Retype, word for word, every line of the records below starting at the one that contains "self._past.calm(self._innovations.variance, current)" and ending at the one that contains "NDArray[np.complex128], surface: NDArray[np.complex128])"; include both of those lines and nothing more.

Exercise inputs below:

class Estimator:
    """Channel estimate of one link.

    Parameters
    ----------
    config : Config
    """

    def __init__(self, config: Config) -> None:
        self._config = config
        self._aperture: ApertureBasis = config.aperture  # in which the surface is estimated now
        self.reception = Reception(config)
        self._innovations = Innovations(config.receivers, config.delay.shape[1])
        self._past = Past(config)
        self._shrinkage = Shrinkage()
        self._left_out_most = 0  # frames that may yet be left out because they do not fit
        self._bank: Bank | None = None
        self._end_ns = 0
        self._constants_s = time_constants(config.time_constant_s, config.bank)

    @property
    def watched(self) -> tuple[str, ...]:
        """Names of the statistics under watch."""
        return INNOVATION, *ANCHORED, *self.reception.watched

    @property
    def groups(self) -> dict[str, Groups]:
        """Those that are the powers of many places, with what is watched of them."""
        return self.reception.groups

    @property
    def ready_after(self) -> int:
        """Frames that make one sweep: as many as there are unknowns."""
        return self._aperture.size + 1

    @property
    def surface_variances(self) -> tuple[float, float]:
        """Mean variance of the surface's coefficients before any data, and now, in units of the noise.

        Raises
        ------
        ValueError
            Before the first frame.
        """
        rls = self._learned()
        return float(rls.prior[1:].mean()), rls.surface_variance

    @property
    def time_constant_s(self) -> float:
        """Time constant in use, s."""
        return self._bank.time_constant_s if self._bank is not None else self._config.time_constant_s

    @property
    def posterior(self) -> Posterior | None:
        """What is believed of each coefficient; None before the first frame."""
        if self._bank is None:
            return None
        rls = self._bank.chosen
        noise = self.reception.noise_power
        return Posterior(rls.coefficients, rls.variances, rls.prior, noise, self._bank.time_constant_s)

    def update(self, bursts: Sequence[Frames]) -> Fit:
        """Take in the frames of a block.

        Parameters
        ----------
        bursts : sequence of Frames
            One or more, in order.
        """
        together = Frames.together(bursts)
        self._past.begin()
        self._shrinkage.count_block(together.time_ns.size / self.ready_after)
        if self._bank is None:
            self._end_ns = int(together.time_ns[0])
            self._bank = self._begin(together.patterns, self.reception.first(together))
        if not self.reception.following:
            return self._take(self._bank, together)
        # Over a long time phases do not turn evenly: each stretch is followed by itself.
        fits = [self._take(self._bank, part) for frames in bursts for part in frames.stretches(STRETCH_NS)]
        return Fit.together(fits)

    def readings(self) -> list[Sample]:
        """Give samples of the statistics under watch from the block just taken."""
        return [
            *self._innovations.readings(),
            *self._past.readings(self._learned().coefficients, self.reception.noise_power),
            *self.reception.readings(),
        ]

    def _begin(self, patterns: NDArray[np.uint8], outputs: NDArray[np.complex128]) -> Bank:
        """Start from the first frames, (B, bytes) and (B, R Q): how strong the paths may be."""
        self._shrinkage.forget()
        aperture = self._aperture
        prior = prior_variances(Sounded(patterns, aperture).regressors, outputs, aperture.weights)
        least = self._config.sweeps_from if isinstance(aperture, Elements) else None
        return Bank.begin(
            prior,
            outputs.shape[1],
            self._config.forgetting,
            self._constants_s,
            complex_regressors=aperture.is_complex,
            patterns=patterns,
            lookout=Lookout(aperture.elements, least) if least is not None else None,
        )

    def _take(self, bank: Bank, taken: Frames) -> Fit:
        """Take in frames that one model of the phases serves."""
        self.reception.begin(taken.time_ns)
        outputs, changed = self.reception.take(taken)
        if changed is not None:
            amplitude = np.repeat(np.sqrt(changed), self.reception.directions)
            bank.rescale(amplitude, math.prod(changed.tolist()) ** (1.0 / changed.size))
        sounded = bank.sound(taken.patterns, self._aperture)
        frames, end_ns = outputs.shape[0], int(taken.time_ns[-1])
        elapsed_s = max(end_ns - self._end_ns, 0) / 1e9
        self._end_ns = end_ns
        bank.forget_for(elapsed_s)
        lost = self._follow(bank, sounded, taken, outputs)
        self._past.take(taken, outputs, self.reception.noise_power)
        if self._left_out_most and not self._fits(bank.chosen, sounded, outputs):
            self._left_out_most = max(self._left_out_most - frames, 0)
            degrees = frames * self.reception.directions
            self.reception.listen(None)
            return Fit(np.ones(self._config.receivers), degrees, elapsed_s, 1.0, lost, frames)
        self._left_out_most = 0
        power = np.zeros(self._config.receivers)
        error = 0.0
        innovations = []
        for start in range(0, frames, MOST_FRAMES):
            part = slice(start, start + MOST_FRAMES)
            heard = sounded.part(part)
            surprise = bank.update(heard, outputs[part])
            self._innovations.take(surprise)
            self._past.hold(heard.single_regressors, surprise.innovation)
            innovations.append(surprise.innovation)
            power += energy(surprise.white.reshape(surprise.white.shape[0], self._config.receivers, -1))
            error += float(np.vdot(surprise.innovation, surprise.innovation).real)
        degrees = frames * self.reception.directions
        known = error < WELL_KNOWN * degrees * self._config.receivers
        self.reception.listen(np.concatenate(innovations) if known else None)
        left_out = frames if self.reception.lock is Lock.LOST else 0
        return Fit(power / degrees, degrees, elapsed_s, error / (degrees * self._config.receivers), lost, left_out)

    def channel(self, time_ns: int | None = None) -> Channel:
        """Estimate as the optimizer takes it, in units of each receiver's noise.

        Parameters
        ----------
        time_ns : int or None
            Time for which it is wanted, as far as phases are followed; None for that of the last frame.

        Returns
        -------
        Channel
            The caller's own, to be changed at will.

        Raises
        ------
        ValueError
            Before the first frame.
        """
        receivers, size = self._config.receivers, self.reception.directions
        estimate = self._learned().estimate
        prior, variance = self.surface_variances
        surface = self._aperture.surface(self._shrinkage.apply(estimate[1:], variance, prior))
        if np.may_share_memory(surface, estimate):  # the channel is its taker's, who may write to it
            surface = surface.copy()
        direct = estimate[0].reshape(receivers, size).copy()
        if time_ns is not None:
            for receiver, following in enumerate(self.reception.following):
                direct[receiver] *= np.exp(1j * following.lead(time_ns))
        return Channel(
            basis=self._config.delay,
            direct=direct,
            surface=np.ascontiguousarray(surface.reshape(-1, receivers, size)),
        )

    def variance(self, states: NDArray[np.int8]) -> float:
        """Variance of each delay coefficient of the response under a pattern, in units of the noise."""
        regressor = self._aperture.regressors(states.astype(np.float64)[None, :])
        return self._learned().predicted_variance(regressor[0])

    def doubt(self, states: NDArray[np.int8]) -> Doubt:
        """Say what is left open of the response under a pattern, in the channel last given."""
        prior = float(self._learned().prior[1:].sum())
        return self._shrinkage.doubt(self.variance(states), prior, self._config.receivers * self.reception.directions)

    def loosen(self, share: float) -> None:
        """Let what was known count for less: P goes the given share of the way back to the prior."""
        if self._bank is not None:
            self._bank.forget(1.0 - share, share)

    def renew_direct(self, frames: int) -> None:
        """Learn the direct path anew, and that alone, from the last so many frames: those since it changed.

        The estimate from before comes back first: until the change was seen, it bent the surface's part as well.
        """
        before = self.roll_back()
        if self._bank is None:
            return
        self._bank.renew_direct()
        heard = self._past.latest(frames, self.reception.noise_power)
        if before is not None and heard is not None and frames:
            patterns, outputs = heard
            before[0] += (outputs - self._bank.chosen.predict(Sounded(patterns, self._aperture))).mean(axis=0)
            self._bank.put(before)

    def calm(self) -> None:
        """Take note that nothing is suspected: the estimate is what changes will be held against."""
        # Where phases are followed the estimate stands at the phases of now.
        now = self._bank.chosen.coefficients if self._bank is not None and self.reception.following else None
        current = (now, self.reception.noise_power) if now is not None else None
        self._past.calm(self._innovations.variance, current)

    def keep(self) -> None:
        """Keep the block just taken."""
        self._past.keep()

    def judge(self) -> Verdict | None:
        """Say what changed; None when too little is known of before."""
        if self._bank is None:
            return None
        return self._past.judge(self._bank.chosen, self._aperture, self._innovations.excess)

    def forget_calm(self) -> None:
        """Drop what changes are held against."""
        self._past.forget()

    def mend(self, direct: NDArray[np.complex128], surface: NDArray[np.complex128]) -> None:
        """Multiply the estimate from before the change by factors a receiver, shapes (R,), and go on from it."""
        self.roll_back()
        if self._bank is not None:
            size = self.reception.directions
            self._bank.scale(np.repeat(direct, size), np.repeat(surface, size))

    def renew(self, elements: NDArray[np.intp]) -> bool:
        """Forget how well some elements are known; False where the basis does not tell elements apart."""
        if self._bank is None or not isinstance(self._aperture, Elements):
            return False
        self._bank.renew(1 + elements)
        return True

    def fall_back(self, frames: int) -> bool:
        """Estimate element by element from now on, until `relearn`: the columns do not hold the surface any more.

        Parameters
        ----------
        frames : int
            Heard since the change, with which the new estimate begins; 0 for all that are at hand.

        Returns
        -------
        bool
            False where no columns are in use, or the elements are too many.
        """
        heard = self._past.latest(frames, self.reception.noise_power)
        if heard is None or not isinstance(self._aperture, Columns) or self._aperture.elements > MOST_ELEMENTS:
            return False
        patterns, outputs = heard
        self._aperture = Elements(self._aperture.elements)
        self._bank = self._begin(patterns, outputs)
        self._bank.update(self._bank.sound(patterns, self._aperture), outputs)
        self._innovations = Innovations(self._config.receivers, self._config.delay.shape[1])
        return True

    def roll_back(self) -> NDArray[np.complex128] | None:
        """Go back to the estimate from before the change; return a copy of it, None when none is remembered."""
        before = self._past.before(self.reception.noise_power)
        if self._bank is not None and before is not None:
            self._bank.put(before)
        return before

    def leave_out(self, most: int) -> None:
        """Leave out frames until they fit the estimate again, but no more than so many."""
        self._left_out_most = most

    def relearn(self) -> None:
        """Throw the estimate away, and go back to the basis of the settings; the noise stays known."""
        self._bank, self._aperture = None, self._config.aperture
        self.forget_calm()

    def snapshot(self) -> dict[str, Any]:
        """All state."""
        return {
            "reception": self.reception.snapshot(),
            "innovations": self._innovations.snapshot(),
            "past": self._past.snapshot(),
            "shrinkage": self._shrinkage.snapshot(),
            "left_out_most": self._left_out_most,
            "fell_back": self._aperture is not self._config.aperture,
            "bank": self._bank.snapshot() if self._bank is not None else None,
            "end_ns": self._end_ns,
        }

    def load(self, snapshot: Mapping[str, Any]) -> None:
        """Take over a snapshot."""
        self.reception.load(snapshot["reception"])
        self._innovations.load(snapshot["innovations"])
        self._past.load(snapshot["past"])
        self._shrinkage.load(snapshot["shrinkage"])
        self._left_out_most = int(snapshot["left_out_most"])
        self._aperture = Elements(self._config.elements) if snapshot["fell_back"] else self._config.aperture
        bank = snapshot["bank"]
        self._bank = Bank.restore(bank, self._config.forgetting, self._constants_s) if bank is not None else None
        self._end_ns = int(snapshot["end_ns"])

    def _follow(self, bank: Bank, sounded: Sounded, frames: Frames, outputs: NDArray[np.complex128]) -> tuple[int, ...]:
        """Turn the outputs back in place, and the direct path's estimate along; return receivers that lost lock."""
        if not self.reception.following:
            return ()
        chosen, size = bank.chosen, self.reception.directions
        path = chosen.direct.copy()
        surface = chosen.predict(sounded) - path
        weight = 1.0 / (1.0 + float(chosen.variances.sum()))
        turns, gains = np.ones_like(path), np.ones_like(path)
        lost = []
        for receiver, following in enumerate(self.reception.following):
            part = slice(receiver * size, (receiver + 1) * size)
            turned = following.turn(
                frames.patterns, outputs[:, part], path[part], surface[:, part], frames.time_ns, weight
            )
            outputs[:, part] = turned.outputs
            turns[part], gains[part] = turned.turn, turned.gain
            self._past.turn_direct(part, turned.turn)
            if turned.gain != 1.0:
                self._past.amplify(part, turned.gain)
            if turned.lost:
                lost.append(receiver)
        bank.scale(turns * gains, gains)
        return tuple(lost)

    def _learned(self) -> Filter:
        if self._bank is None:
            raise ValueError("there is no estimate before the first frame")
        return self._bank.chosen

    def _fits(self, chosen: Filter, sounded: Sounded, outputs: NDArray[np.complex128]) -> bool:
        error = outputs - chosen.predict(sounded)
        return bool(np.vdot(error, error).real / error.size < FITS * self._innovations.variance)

End of Exercise inputs.

*Answer to the problem:*
        self._past.calm(self._innovations.variance, current)

    def keep(self) -> None:
        """Keep the block just taken."""
        self._past.keep()

    def judge(self) -> Verdict | None:
        """Say what changed; None when too little is known of before."""
        if self._bank is None:
            return None
        return self._past.judge(self._bank.chosen, self._aperture, self._innovations.excess)

    def forget_calm(self) -> None:
        """Drop what changes are held against."""
        self._past.forget()

    def mend(self, direct: NDArray[np.complex128], surface: NDArray[np.complex128]) -> None:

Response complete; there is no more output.